*** Opening of LISTED ENTRIES ***

func (c *Control) handleNATS(ctx context.Context, m *nats.Msg) ControlReply {
	user, action, ok := alert.ParseControlSubject(c.cfg.Prefix, m.Subject)
	if !ok {
		return ControlReply{Error: fmt.Sprintf("subject %s is not a control subject", m.Subject)}
	}
	if user != "" {
		if err := validName(user); err != nil {
			c.refuse("nats", user, ControlRequest{Action: action}, "bus user in the subject: "+err.Error())
			return ControlReply{Error: "refused: bus user in the subject: " + err.Error()}
		}
	}
	// A request on its sender's own subject, under TrustNATS, is vouched
	// for by the server: it does not queue behind refused guesses.
	vouched := user != "" && c.authState().trustNATS
	if needsAuth(action) && !vouched {
		if _, ok := c.throttle.Wait(ctx, natsClient); !ok {
			c.refuse("nats", user, ControlRequest{Action: action}, tooMany)
			return ControlReply{Error: "refused: " + tooMany}
		}
	}
	now := c.cfg.Now()
	req, derr := DecodeControl(action, m.Data, now)
	if derr != nil {
		req = ControlRequest{Action: action, Token: bodyToken(m.Data)}
	}
	header := ""
	if m.Header != nil {
		header = m.Header.Get("Authorization")
	}
	who, why, ok := c.authorise("nats", user, req, header)
	if !ok {
		c.throttle.Refused(natsClient)
		c.refuse("nats", user, req, why)
		return ControlReply{Error: "refused: " + why}
	}
	if needsAuth(action) && !vouched {
		c.throttle.Accepted(natsClient)
	}
	if derr != nil {
		return ControlReply{Error: derr.Error()}
	}
	return c.apply("nats", user, who, req, now)
}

*** Close of LISTED ENTRIES ***

- ASSIGNMENT: In the entries above, some lines hold the string "derr". Copy each of them.

- TASK OUTPUT:
	req, derr := DecodeControl(action, m.Data, now)
	if derr != nil {
	if derr != nil {
		return ControlReply{Error: derr.Error()}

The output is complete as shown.